ClassLoader
A ClassLoader is a JVM component that loads Java classes at runtime — typically from .class files on the classpath, but also from network sources, encrypted storage, or generated bytecode. The ClassLoader hierarchy enables isolation (one app's classes can't accidentally leak into another's).
The default hierarchy
Bootstrap ClassLoader
↓ loads: java.* core classes from the JDK runtime image
Platform ClassLoader (Java 9+, previously Extension ClassLoader)
↓ loads: standard JDK modules (jdk.*, java.sql, java.logging...)

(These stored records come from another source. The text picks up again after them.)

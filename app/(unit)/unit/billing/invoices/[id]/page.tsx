import type { Metadata } from "next";
import Link from "next/link";
import { notFound } from "next/navigation";
import { InvoiceDetailView } from "@/components/billing/invoice-detail";
import { PageHeader } from "@/components/ui/page-header";
import { type DB, getDb } from "@/db";
import { requirePermission } from "@/lib/auth/current-user";
import { can } from "@/lib/auth/permissions";
import { getInvoiceDetail, type InvoiceDetail } from "@/lib/billing/invoices";
import { AppError } from "@/lib/errors";
import { serverEnv } from "@/lib/env";
import { CloseInvoiceDialog } from "./close-invoice-dialog";
import { CreditNoteDialog } from "./credit-note-dialog";

export const metadata: Metadata = { title: "Invoice" };

/** The invoice in the caller's scope, or the not-found page (also for another tenant's invoice). */
async function invoiceForPage(db: DB, user: Awaited<ReturnType<typeof requirePermission>>, idText: string): Promise<InvoiceDetail> {
  if (!/^[1-9]\d{0,15}$/.test(idText)) notFound();
  return getInvoiceDetail(db, user, Number(idText)).catch((error: unknown) => {
    if (error instanceof AppError && error.code === "not_found") notFound();
    throw error;
  });
}

// One invoice for finance: lines and evidence, payments, credit notes, reminders, and its actions.
export default async function UnitInvoicePage({ params }: { params: Promise<{ id: string }> }) {
  const user = await requirePermission("billing.view");
  const invoice = await invoiceForPage(getDb(), user, (await params).id);
  const manage = can(user.role, "billing.manage");
  const creditable = invoice.status === "open" || invoice.status === "paid" || invoice.status === "uncollectible";
  const actions =
    manage && (creditable || invoice.status === "open") ? (
      <div className="flex flex-wrap gap-2 md:justify-end">
        {creditable && (
          <CreditNoteDialog
            invoiceId={invoice.id}
            currency={invoice.currency}
            paid={invoice.status === "paid"}
            lines={invoice.lines
              .filter((l) => l.quantity > 0 && l.unitPriceMinor > 0)
              .map((l) => ({ id: l.id, description: l.description, quantity: l.quantity, unitPriceMinor: l.unitPriceMinor }))}
          />
        )}
        {invoice.status === "open" && <CloseInvoiceDialog invoiceId={invoice.id} to="uncollectible" />}
        {(invoice.status === "open" || invoice.status === "uncollectible") && <CloseInvoiceDialog invoiceId={invoice.id} to="void" />}
      </div>
    ) : undefined;
  return (
    <>
      <p className="mb-2 text-sm">
        <Link href="/unit/billing/invoices" className="text-lagoon-700 hover:underline">
          ← All invoices
        </Link>
      </p>
      <PageHeader
        title={`Invoice ${invoice.number}`}
        description={`${invoice.organisationName}${invoice.stripeNumber ? ` · payment service number ${invoice.stripeNumber}` : " · no copy in the payment service yet"}`}
      />
      <InvoiceDetailView initial={invoice} audience="unit" timeZone={serverEnv().UNIT_TIME_ZONE} actions={actions} />
    </>
  );
}
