"use client";

import { useQueryClient } from "@tanstack/react-query";
import { useRouter } from "next/navigation";
import { toast } from "sonner";
import { FormDialog, useFormDialog } from "@/components/forms/form-dialog";
import { Button } from "@/components/ui/button";
import { Field } from "@/components/ui/field";
import { Textarea } from "@/components/ui/input";
import { closeInvoiceAction } from "./actions";
import { type CloseInvoiceForm, closeInvoiceFormSchema } from "./schemas";

const WORDS = {
  void: {
    button: "Void",
    title: "Void this invoice",
    description: "For an invoice issued in error: it is cancelled here and in the payment service, and nothing is owed on it. This cannot be undone.",
    done: "The invoice is void.",
  },
  uncollectible: {
    button: "Write off",
    title: "Write this invoice off",
    description: "For a debt that will not be paid: it stays on record as written off and gets no more reminders. It can still be paid online.",
    done: "The invoice is written off.",
  },
} as const;

/** Void an invoice, or mark it uncollectible, with the reason. */
export function CloseInvoiceDialog({ invoiceId, to }: { invoiceId: number; to: "void" | "uncollectible" }) {
  const words = WORDS[to];
  const router = useRouter();
  const queryClient = useQueryClient();
  const dialog = useFormDialog({
    schema: closeInvoiceFormSchema,
    defaults: (): CloseInvoiceForm => ({ invoiceId, to, reason: "" }),
    submit: (_values, parsed) => closeInvoiceAction(parsed),
    onSuccess: async () => {
      toast.success(words.done);
      await queryClient.invalidateQueries({ queryKey: ["invoice", invoiceId] });
      router.refresh();
    },
  });
  const {
    register,
    formState: { errors },
  } = dialog.form;

  return (
    <FormDialog
      dialog={dialog}
      trigger={
        <Button variant="ghost" size="sm">
          {words.button}
        </Button>
      }
      title={words.title}
      description={words.description}
      submitLabel={words.button}
      submitVariant="danger"
    >
      <Field id={`close-${to}-reason`} label="Reason" error={errors.reason?.message}>
        <Textarea id={`close-${to}-reason`} aria-invalid={!!errors.reason} {...register("reason")} />
      </Field>
    </FormDialog>
  );
}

Application (System) ClassLoader
↓ loads: classes from the -cp classpath
Parent-first delegation
When asked to load a class, a ClassLoader first delegates to its parent. Only if the parent cannot find the class does it attempt to load it itself. This prevents user code from overriding core JDK classes with malicious replacements.
Getting the current ClassLoader
ClassLoader cl = MyClass.class.getClassLoader();
System.out.println(cl);
ClassLoader parent = cl.getParent();
Custom class loaders
Frameworks like web application servers (Tomcat, Jetty) use custom ClassLoaders to isolate each deployed application. OSGi bundles and JPMS modules build on this mechanism. You rarely need to implement a ClassLoader yourself.
ClassNotFoundException vs NoClassDefFoundError
- ClassNotFoundException — thrown by
Class.forName()when the class is not on the classpath at runtime. - NoClassDefFoundError — thrown when the JVM tried to link a class that was present at compile time but is now missing.